人の意見に左右されやすい人はやりたいことが見つかりにくい

成功する経営者やスポーツ選手、音楽家などは、いい意味で「わがまま」が多いものです。たとえ、周囲から「無謀だ、やめておけ」と思われるような夢でも、自分を信じて突き進むことができます。世界の大富豪であるイーロン・マスクやジェフ・ベゾス、世界的に有名な映画監督の宮崎駿や建築家の安藤忠雄なども、自分を貫いて成功した人物でしょう。

人の意見に左右されやすい人は、やりたいことが見つかりにくい傾向があります。人の感情ばかり気にして、自分の得たいものにフォーカスできないからです。

自分のなかに占める他人の割合が多い、ともいえるでしょう。

人間の意識には「私的自己意識」と「公的自己意識」がある

では、なぜ、自分の意見ではなく、人の意見に従ってしまうことがあるのでしょうか?

そもそも、人間の意識には、「私的自己意識」と「公的自己意識」の大きく2種類がある、という研究があります(※3)(※4)

※3: Scheier,M.F. & Carver,C.S. 1976 Self-focused attention and the experience of emotion:Attraction, repulsion, elation,and depression. Journal of Personality and Social Psychology,35,625-636 /Scheier,M.F., Carver,C.S., & Gibbons,F.X. 1979 Self- directed attention,awareness of bodily states, and suggestibility. Journal of Personality and Social Psychology,37,1576-158./Cheek,J.M. & Briggs,S.R. 1982 Self-consciousness and aspects of identity. Journal of Research in Personality.16,401-408.

※4: Fenigstein,A.1979 Self-consciousness,self-attention, and social interaction. Journal of Personality and Social Psychology, 37,75- 86/ Carver,C.S. & Humphries,C. 1981 Havana daydreaming : A study of self-consciousness and the negative reference group among Cuban Americans. Journal of Personality and Social Psychology,40,545- 52./Cheek,J.M. & Briggs,S.R. 1982 Self-consciousness and aspects of identity. Journal of Research in Personality.16,401-408

私的自己意識とは、自分の外側よりも“自分の内側”に注意を向ける意識のこと。
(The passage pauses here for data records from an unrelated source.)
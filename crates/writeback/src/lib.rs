//! Writing reviewed tags back into the sidecar files, which are the record of a collection,
//! and the review sheet people fill in to decide which tags those are.
//!
//! The flow: [`write_sheet`] → a person fills the `accept` column → [`read_sheet`] →
//! [`changes_from_sheet`] → [`Planner::plan`] per picture → [`diff`] (dry run) or
//! [`commit_plan`].
//!
//! Promises:
//! - **Never a lost tag.** Every new file is read back with the collection's own readers
//!   before it is offered, and must give exactly the old tags ∪ added − removed (compared
//!   under [`normalize_tag`](tagweave_collection::normalize_tag)); otherwise the picture is
//!   refused with the reason. A tag is removed only when its sheet row says `remove`.
//! - **Only what changes changes.** Text sidecars get lines appended (in the file's own
//!   line-ending style, after a final line end if it lacked one); removing a tag takes out only
//!   the lines, or the comma-separated pieces of a line, that normalise to it. XMP sidecars are
//!   edited by splicing bytes: new `rdf:li` items at the end of the `dc:subject` bag (or a new
//!   `dc:subject` bag in the first `rdf:Description`), removed items cut out, every other byte
//!   kept. Forms that cannot be edited so are refused, naming the file, never rewritten.
//! - **Which sidecar.** New tags go into every sidecar the picture has, so a text file and an
//!   XMP file beside one picture stay in step and either one alone shows every accepted tag;
//!   a removed tag comes out of every sidecar holding it (the reader merges them all, so
//!   anything less would not remove it). A tag the picture already carries in any sidecar, in
//!   any spelling the normaliser equates, is reported as already present and written nowhere.
//!   A picture without a sidecar gets a new text sidecar `STEM.txt` (or `NAME.EXT.txt` when
//!   another picture of the folder shares the stem), which the crawler pairs with it. A
//!   sidecar that several pictures share is refused: its tags would reach them all.
//! - **Whose spelling.** An added tag is written the way the collection's own sidecars spell
//!   it ([`Spellings`]): the spelling most of its pictures use for that normalised tag (`Sea`,
//!   `naïve art`), a tie going to the smallest in code point order, whatever case or spacing
//!   the sheet gave, so one keyword never gets a second spelling. A tag no sidecar spells yet
//!   is written as the sheet has it (trimmed): a suggestion in the index's form, a tag a
//!   person typed into a to-tag row as typed.
//! - **Safe writes.** A temporary file in the same folder (hidden, so the crawler never takes
//!   a crash's leftover for anything), flushed, renamed over the sidecar, then the folder
//!   flushed. Before the first change to a sidecar its original is kept as `NAME.txt.orig` (or
//!   `NAME.xmp.orig`: the sidecar's own name with `.orig` added), never
//!   overwritten later. A sidecar whose bytes changed since planning is refused, not
//!   clobbered (checked when writing starts and again just before the rename).
//!
//! The review sheet ([`write_sheet`], [`read_sheet`]): RFC 4180 CSV in UTF-8 with a
//! byte-order mark (so spreadsheets pick the right encoding), columns `picture`, `tag`,
//! `probability`, `kind`, `accept`. A `picture` or `tag` cell that starts like a formula
//! (`=`, `+`, `-`, `@`, tab, carriage return) or with an apostrophe is written with one leading
//! apostrophe, and reading takes exactly that apostrophe off again. `accept` reads y/yes/n/no/
//! empty and `remove`; see [`Decision`] for what each means on a suggested or disputed row
//! (`y` on a disputed row keeps the tag: only `remove` removes).

mod atomic;
mod commit;
mod error;
mod plan;
mod sheet;
mod spelling;
mod text;
mod xmp;

#[cfg(test)]
mod tests;

pub use commit::{commit_edit, commit_plan, diff, original_path};
pub use error::WritebackError;
pub use plan::{plan_edit, PicturePlan, Planner, SidecarEdit};
pub use sheet::{
    changes_from_sheet, parse_sheet, read_sheet, render_sheet, write_sheet,
    write_sheet_keeping_decisions, Decision, RowKind, SheetRow, SheetWritten, TagChange, COLUMNS,
};
pub use spelling::Spellings;
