#[cfg(test)]
mod tests {
    use super::*;
    use tagweave_collection::sidecar::parse_xmp;

    const RDF_URI: &str = "http://www.w3.org/1999/02/22-rdf-syntax-ns#";
    const DC_URI: &str = "http://purl.org/dc/elements/1.1/";

    /// Laid out after the serialisation example of the XMP specification (Adobe XMP
    /// Specification Part 1 / ISO 16684-1, "XMP serialization": packet wrapper,
    /// x:xmpmeta > rdf:RDF > rdf:Description, dc:subject as an rdf:Bag of rdf:li).
    const SPEC_PACKET: &str = "<?xpacket begin=\"\u{feff}\" id=\"W5M0MpCehiHzreSzNTczkc9d\"?>
<x:xmpmeta xmlns:x=\"adobe:ns:meta/\">
  <rdf:RDF xmlns:rdf=\"http://www.w3.org/1999/02/22-rdf-syntax-ns#\">
    <rdf:Description rdf:about=\"\" xmlns:dc=\"http://purl.org/dc/elements/1.1/\">
      <dc:subject>
        <rdf:Bag>
          <rdf:li>Harbour</rdf:li>
          <rdf:li>fishing  boats</rdf:li>
        </rdf:Bag>
      </dc:subject>
    </rdf:Description>
  </rdf:RDF>
</x:xmpmeta>
<?xpacket end=\"w\"?>";

    fn strings(tags: &[&str]) -> Vec<NewTag> {
        NewTag::all(tags, false)
    }

    fn accepted(tags: &[&str]) -> Vec<NewTag> {
        NewTag::all(tags, true)
    }

    #[test]
    fn accepted_suggestions_go_into_our_own_bag_too() {
        let mut add = strings(&["pier"]);
        add.extend(accepted(&["Sea"]));
        let after = edit_xmp(SPEC_PACKET, &add, &HashSet::new()).unwrap();
        // by hand: both keywords appended to dc:subject; tagweave's bag made, with its
        // namespace declared, at the end of the description.
        assert!(after.contains(
            "          <rdf:li>fishing  boats</rdf:li>\n          <rdf:li>pier</rdf:li>\n          <rdf:li>Sea</rdf:li>\n        </rdf:Bag>"
        ), "{after}");
        assert!(after.contains(
            "      <tagweave:acceptedSuggestions xmlns:tagweave=\"https://tagweave.invalid/xmp/1.0/\">\n        <rdf:Bag>\n          <rdf:li>Sea</rdf:li>\n        </rdf:Bag>\n      </tagweave:acceptedSuggestions>\n    </rdf:Description>"
        ), "{after}");
        let read = tagweave_collection::sidecar::parse_xmp_marked(after.as_bytes()).unwrap();
        assert_eq!(read.tags, ["harbour", "fishing-boats", "pier", "sea"]);
        assert_eq!(read.accepted, ["sea"]);
        // A second accepted suggestion joins the bag; removing one takes it out of both.
        let again = edit_xmp(&after, &accepted(&["gull"]), &set(&["sea"])).unwrap();
        let read = tagweave_collection::sidecar::parse_xmp_marked(again.as_bytes()).unwrap();
        assert_eq!(read.tags, ["harbour", "fishing-boats", "pier", "gull"]);
        assert_eq!(read.accepted, ["gull"]);
        assert_eq!(again.matches("acceptedSuggestions xmlns").count(), 1);
        // A packet with neither property gets both, in one description.
        let bare =
            format!("<rdf:RDF xmlns:rdf=\"{RDF_URI}\"><rdf:Description rdf:about=\"\"/></rdf:RDF>");
        let both = edit_xmp(&bare, &accepted(&["kelp"]), &HashSet::new()).unwrap();
        let read = tagweave_collection::sidecar::parse_xmp_marked(both.as_bytes()).unwrap();
        assert_eq!(
            (read.tags, read.accepted),
            (strs(&["kelp"]), strs(&["kelp"]))
        );
        assert!(parse_xmp(both.as_bytes()).is_ok());
    }

    fn strs(tags: &[&str]) -> Vec<String> {
        tags.iter().map(|t| t.to_string()).collect()
    }

    fn set(tags: &[&str]) -> HashSet<String> {
        tags.iter().map(|t| t.to_string()).collect()
    }

    fn add(packet: &str, tags: &[&str]) -> String {
        edit_xmp(packet, &strings(tags), &HashSet::new()).unwrap()
    }

    fn refusal(packet: &str) -> String {
        edit_xmp(packet, &strings(&["kelp"]), &HashSet::new()).unwrap_err()
    }

    #[test]
    fn appends_items_to_the_existing_bag() {
        // source: XMP spec part 1 — dc:subject is an unordered array, serialised as rdf:Bag
        // whose items are rdf:li; by hand: new items indented like the old ones, text escaped.
        let after = add(SPEC_PACKET, &["Rock & Roll", "<storm>"]);
        let expected = SPEC_PACKET.replace(
            "        </rdf:Bag>",
            "          <rdf:li>Rock &amp; Roll</rdf:li>\n          <rdf:li>&lt;storm&gt;</rdf:li>\n        </rdf:Bag>",
        );
        assert_eq!(after, expected);
        assert_eq!(
            parse_xmp(after.as_bytes()).unwrap(),
            ["harbour", "fishing-boats", "rock-&-roll", "<storm>"]
        );
    }

    #[test]
    fn spellings_are_the_plain_items_as_written() {
        let packet = SPEC_PACKET.replace(
            "<rdf:li>Harbour</rdf:li>",
            "<rdf:li> Harbour </rdf:li><rdf:li rdf:value=\"kelp\"/><rdf:li>Rock &amp; Roll</rdf:li>",
        );
        assert_eq!(
            xmp_spellings(&packet),
            ["Harbour", "Rock & Roll", "fishing  boats"]
        );
        assert!(xmp_spellings("<not xml").is_empty());
    }

    #[test]
    fn removes_whole_item_lines_only() {
        let after = edit_xmp(SPEC_PACKET, &[], &set(&["harbour"])).unwrap();
        assert_eq!(
            after,
            SPEC_PACKET.replace("          <rdf:li>Harbour</rdf:li>\n", "")
        );
        // Removing the last item and adding in one go: the new item takes its place.
        let after = edit_xmp(SPEC_PACKET, &strings(&["kelp"]), &set(&["fishing-boats"])).unwrap();
        assert_eq!(
            after,
            SPEC_PACKET.replace("<rdf:li>fishing  boats</rdf:li>", "<rdf:li>kelp</rdf:li>")
        );
    }

    #[test]
    fn single_line_packet_is_edited_inline() {
        let packet = format!(
            "<rdf:RDF xmlns:rdf=\"{RDF_URI}\" xmlns:dc=\"{DC_URI}\"><rdf:Description><dc:subject><rdf:Bag><rdf:li>a</rdf:li><rdf:li>b</rdf:li></rdf:Bag></dc:subject></rdf:Description></rdf:RDF>"
        );
        let after = edit_xmp(&packet, &strings(&["c"]), &set(&["a"])).unwrap();
        assert_eq!(
            after,
            packet
                .replace("<rdf:li>a</rdf:li>", "")
                .replace("</rdf:Bag>", "<rdf:li>c</rdf:li></rdf:Bag>")
        );
    }

    #[test]
    fn adds_dc_subject_where_there_is_none() {
        let packet = format!(
            "<x:xmpmeta xmlns:x=\"adobe:ns:meta/\">\r
 <rdf:RDF xmlns:rdf=\"{RDF_URI}\">\r
  <rdf:Description rdf:about=\"\" xmlns:d=\"{DC_URI}\" xmlns:xmp=\"http://ns.adobe.com/xap/1.0/\">\r
   <xmp:Rating>3</xmp:Rating>\r
   <d:title><rdf:Alt><rdf:li xml:lang=\"x-default\">Dawn</rdf:li></rdf:Alt></d:title>\r
  </rdf:Description>\r
 </rdf:RDF>\r
</x:xmpmeta>\r
"
        );
        // by hand: one level deeper than </rdf:Description>, the file's one-space unit, its
        // CRLF line ends, and the prefix the packet already binds to Dublin Core.
        let after = add(&packet, &["kelp"]);
        let expected = packet.replace(
            "  </rdf:Description>",
            "   <d:subject>\r\n    <rdf:Bag>\r\n     <rdf:li>kelp</rdf:li>\r\n    </rdf:Bag>\r\n   </d:subject>\r\n  </rdf:Description>",
        );
        assert_eq!(after, expected);
        assert_eq!(parse_xmp(after.as_bytes()).unwrap(), ["kelp"]);
    }

    #[test]
    fn declares_dublin_core_and_opens_a_self_closing_description() {
        let packet = format!(
            "<rdf:RDF xmlns:rdf=\"{RDF_URI}\">
  <rdf:Description rdf:about=\"\" xmlns:xmp=\"http://ns.adobe.com/xap/1.0/\" xmp:Rating=\"3\"/>
</rdf:RDF>
"
        );
        let after = add(&packet, &["kelp"]);
        let expected = format!(
            "<rdf:RDF xmlns:rdf=\"{RDF_URI}\">
  <rdf:Description rdf:about=\"\" xmlns:xmp=\"http://ns.adobe.com/xap/1.0/\" xmp:Rating=\"3\">
    <dc:subject xmlns:dc=\"{DC_URI}\">
      <rdf:Bag>
        <rdf:li>kelp</rdf:li>
      </rdf:Bag>
    </dc:subject>
  </rdf:Description>
</rdf:RDF>
"
        );
        assert_eq!(after, expected);
        assert_eq!(parse_xmp(after.as_bytes()).unwrap(), ["kelp"]);
    }

    #[test]
    fn opens_a_self_closing_bag() {
        let packet = format!(
            "<rdf:RDF xmlns:rdf=\"{RDF_URI}\" xmlns:dc=\"{DC_URI}\">
 <rdf:Description>
  <dc:subject>
   <rdf:Bag/>
  </dc:subject>
 </rdf:Description>
</rdf:RDF>"
        );
        let after = add(&packet, &["kelp"]);
        assert_eq!(
            after,
            packet.replace(
                "   <rdf:Bag/>",
                "   <rdf:Bag>\n    <rdf:li>kelp</rdf:li>\n   </rdf:Bag>"
            )
        );
    }

    #[test]
    fn prefixes_follow_the_packet() {
        let packet = format!(
            "<r:RDF xmlns:r=\"{RDF_URI}\"><r:Description xmlns:k=\"{DC_URI}\"><k:subject><r:Seq><r:li>a</r:li></r:Seq></k:subject></r:Description></r:RDF>"
        );
        let after = add(&packet, &["b"]);
        assert_eq!(after, packet.replace("</r:Seq>", "<r:li>b</r:li></r:Seq>"));
    }

    #[test]
    fn refuses_forms_it_does_not_edit() {
        let wrap = |inner: &str| {
            format!("<rdf:RDF xmlns:rdf=\"{RDF_URI}\" xmlns:dc=\"{DC_URI}\">{inner}</rdf:RDF>")
        };
        let cases = [
            (wrap("<rdf:Description><dc:subject/></rdf:Description>"), "self-closing"),
            (wrap("<rdf:Description dc:subject=\"x\"/>"), "attribute of rdf:Description"),
            (
                wrap("<rdf:Description><dc:subject rdf:parseType=\"Resource\"><rdf:value>x</rdf:value></dc:subject></rdf:Description>"),
                "attributes",
            ),
            (wrap("<rdf:Description><dc:subject>kelp</dc:subject></rdf:Description>"), "text"),
            (
                wrap("<rdf:Description><dc:subject><rdf:Alt><rdf:li>x</rdf:li></rdf:Alt></dc:subject></rdf:Description>"),
                "rdf:Alt",
            ),
            ("<x:xmpmeta xmlns:x=\"adobe:ns:meta/\"/>".to_string(), "no rdf:Description"),
            (SPEC_PACKET.replace("end=\"w\"", "end=\"r\""), "read-only"),
        ];
        for (packet, reason) in cases {
            let problem = refusal(&packet);
            assert!(problem.contains(reason), "{reason}: {problem}");
        }
        // A read-only packet is not edited for removals either.
        let read_only = SPEC_PACKET.replace("end=\"w\"", "end=\"r\"");
        assert!(edit_xmp(&read_only, &[], &set(&["harbour"])).is_err());
    }

    #[test]
    fn qualified_items_are_left_alone() {
        let packet = format!(
            "<rdf:RDF xmlns:rdf=\"{RDF_URI}\" xmlns:dc=\"{DC_URI}\"><rdf:Description><dc:subject><rdf:Bag>\n<rdf:li rdf:value=\"kelp\"/>\n<rdf:li>kelp</rdf:li>\n</rdf:Bag></dc:subject></rdf:Description></rdf:RDF>"
        );
        let after = edit_xmp(&packet, &[], &set(&["kelp"])).unwrap();
        assert_eq!(after, packet.replace("<rdf:li>kelp</rdf:li>\n", ""));
        // The reader still sees the qualified one; the planner's read-back check refuses.
        assert_eq!(parse_xmp(after.as_bytes()).unwrap(), ["kelp"]);
    }
}
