/// The tags (and accepted-suggestion marks) the collection would read from these bytes, with
/// the same limits as [`read_sidecar`], so a file that could not be read back is never written.
pub(crate) fn parse_bytes(
    path: &Path,
    bytes: &[u8],
    kind: SidecarKind,
) -> Result<SidecarTags, CollectionError> {
    let parsed = if bytes.len() as u64 > MAX_SIDECAR_BYTES {
        Err(CollectionError::TooLarge {
            size: bytes.len() as u64,
            limit: MAX_SIDECAR_BYTES,
        })
    } else {
        match kind {
            SidecarKind::Xmp => parse_xmp_marked(bytes),
            SidecarKind::Text => match bytes
                .split(|&b| b == b'\n')
                .position(|l| l.len() > MAX_TEXT_LINE_BYTES)
            {
                Some(line) => Err(CollectionError::LineTooLong {
                    line: line + 1,
                    limit: MAX_TEXT_LINE_BYTES,
                }),
                None => std::str::from_utf8(bytes)
                    .map(parse_text_marked)
                    .map_err(|e| CollectionError::NotUtf8 {
                        line: 1 + bytes[..e.valid_up_to()]
                            .iter()
                            .filter(|&&b| b == b'\n')
                            .count(),
                    }),
            },
        }
    };
    parsed.map_err(|problem| CollectionError::Sidecar {
        path: path.to_path_buf(),
        problem: Box::new(problem),
    })
}

/// Refuses tags the file's format cannot hold, then reads the new bytes back and requires
/// exactly `before` ∪ added − removed, and the accepted-suggestion marks of `before` − removed
/// ∪ the accepted suggestions added.
fn check_and_verify(
    edit: &SidecarEdit,
    before: &SidecarTags,
    add: &[(String, String, bool)],
) -> Result<(), WritebackError> {
    for (_, spelling, _) in add {
        let problem = if spelling.chars().any(char::is_control) {
            Some("it contains a control character (a line break or tab, perhaps); retype the tag")
        } else {
            match edit.kind {
                SidecarKind::Text => text_problem(spelling),
                SidecarKind::Xmp => xmp_problem(spelling),
            }
        };
        if let Some(why) = problem {
            return Err(WritebackError::Unrepresentable {
                path: edit.sidecar.clone(),
                tag: spelling.clone(),
                why,
            });
        }
    }
    let mut expected: BTreeSet<&str> = before.tags.iter().map(String::as_str).collect();
    expected.extend(add.iter().map(|(normal, _, _)| normal.as_str()));
    let mut expected_marks: BTreeSet<&str> = before.accepted.iter().map(String::as_str).collect();
    expected_marks.extend(
        add.iter()
            .filter(|a| a.2)
            .map(|(normal, _, _)| normal.as_str()),
    );
    for gone in &edit.removed {
        expected.remove(gone.as_str());
        expected_marks.remove(gone.as_str());
    }
    let unverified = |problem: String| WritebackError::Unverified {
        path: edit.sidecar.clone(),
        problem,
    };
    let read_back = parse_bytes(&edit.sidecar, &edit.after, edit.kind)
        .map_err(|e| unverified(format!("it would not read back: {e}")))?;
    let got: BTreeSet<&str> = read_back.tags.iter().map(String::as_str).collect();
    if got != expected {
        let missing: Vec<&str> = expected.difference(&got).copied().collect();
        let extra: Vec<&str> = got.difference(&expected).copied().collect();
        return Err(unverified(format!(
            "it would read back without [{}] and with [{}]; a keyword in qualified form \
             (rdf:value) is never edited",
            missing.join(", "),
            extra.join(", ")
        )));
    }
    let got_marks: BTreeSet<&str> = read_back.accepted.iter().map(String::as_str).collect();
    if got_marks != expected_marks {
        return Err(unverified(format!(
            "its accepted suggestions would read back as [{}], not [{}]",
            got_marks.into_iter().collect::<Vec<_>>().join(", "),
            expected_marks.into_iter().collect::<Vec<_>>().join(", ")
        )));
    }
    Ok(())
}

pub(crate) fn is_symlink(path: &Path) -> bool {
    std::fs::symlink_metadata(path).is_ok_and(|m| m.file_type().is_symlink())
}

fn push_unique(list: &mut Vec<String>, item: String) {
    if !list.contains(&item) {
        list.push(item);
    }
}

/// (`folder`, `name`) of a `/`-separated relative path; the folder is `""` at the root.
fn split_rel(rel: &str) -> (&str, &str) {
    rel.rsplit_once('/').unwrap_or(("", rel))
}
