"""The `biasbridge` command: argument handling and exit status, nothing else.

Exit status: 0 fine, 1 findings or disagreement (or, for `check`, a stage out of saturation
without --allow-region), 2 unusable input.

The netlist front end and rich are imported inside the commands, not here: `check` starts the
ngspice worker first, so the worker's start-up runs beside those imports.
"""

from __future__ import annotations

import argparse
import json
import math
import os
import re
import signal
import sys
from collections.abc import Sequence
from pathlib import Path
from typing import TYPE_CHECKING

from . import __version__

if TYPE_CHECKING:
    from rich.console import Console

    from .compare import CheckResult
    from .netlist import Location, NetlistError
    from .netlist.circuit import Circuit

EXIT_OK, EXIT_FINDINGS, EXIT_INPUT = 0, 1, 2
DEMO_NETLIST = "cs_divider.cir"
SWEEP_NEGATIVE_VALUE = re.compile(r"^-\.?\d")
MAX_SIM_TIMEOUT = 86400.0


class _Parser(argparse.ArgumentParser):
    def error(self, message: str) -> None:  # argparse's own errors: exit 2, one clear line
        self.print_usage(sys.stderr)
        self.exit(EXIT_INPUT, f"biasbridge: error: {message}\n")


def _console() -> Console:
    from rich.console import Console

    return Console(highlight=False, soft_wrap=False)


def example_path(name: str) -> Path:
    """A bundled example netlist, from the installed package data or the source tree."""
    from importlib import resources

    try:
        candidate = Path(str(resources.files("bridge._examples").joinpath(name)))
        if candidate.is_file():
            return candidate
    except ModuleNotFoundError:
        pass
    return Path(__file__).resolve().parents[1] / "netlists" / name


def unusable_json(file: str, message: str, location: Location) -> dict[str, object]:
    """The JSON line of a netlist that cannot be used (`--json`), in its place among the others:
    the file as given, and the message with the place it points at (in that file or in one it
    includes)."""
    error = {"message": message, "file": location.file, "line": location.line, "column": location.column}
    return {"file": file, "error": error}


def unusable_netlist(args: argparse.Namespace, exc: NetlistError) -> int:
    """A netlist that cannot be read: its located message on stderr and, with --json, its error
    object (`unusable_json`) on stdout; exit status 2."""
    print(exc.render(), file=sys.stderr)
    if args.json:
        sys.stdout.write(json.dumps(unusable_json(args.file, exc.message, exc.location)) + "\n")
    return EXIT_INPUT


def input_files(file: str, circuit: Circuit) -> set[str]:
    """The real paths of the netlist and every file it includes: what an output must not overwrite."""
    return {os.path.realpath(file)} | {
        os.path.realpath(element.origin.file) for element in circuit.elements if element.origin.file
    }


def refuse(message: str) -> int:
    """Unusable input: one line on stderr, exit status 2."""
    print(f"biasbridge: error: {message}", file=sys.stderr)
    return EXIT_INPUT


def command_parse(args: argparse.Namespace) -> int:
    from .netlist import NetlistError, read_netlist
    from .report.circuit_view import circuit_json, circuit_renderable

    status = EXIT_OK
    for path in args.files:
        try:
            circuit = read_netlist(path)
        except NetlistError as exc:
            print(exc.render(), file=sys.stderr)
            if args.json:
                sys.stdout.write(json.dumps(unusable_json(path, exc.message, exc.location)) + "\n")
            status = EXIT_INPUT
            continue
        if args.json:
            sys.stdout.write(json.dumps(circuit_json(circuit)) + "\n")
        else:
            _console().print(circuit_renderable(circuit))
    return status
この意識が強い人は、自分の気持ちに対する感覚が鋭く、人の意見にも「違います」「イヤです」とキッパリ言える傾向があります。

そのため、“自分がどうありたいか”という「個人的アイデンティティ」を重視します。

一方、公的自己意識とは、自分の外側に注意を向ける意識です。公的自己意識が強い人は、他人から見られる自分を意識して、意思表示を抑えがちで、同調行動を多く示す傾向があります。

そのため、“他人にどう思われるか”という「社会的アイデンティティ」を重視します。

残念ながら、公的自己意識が強すぎると、他人の意見に流されやすくなります。本心では「いいえ」でも、「はい」と言ったほうが相手は喜ぶなどと、相手の気持ちを優先してしまうからです。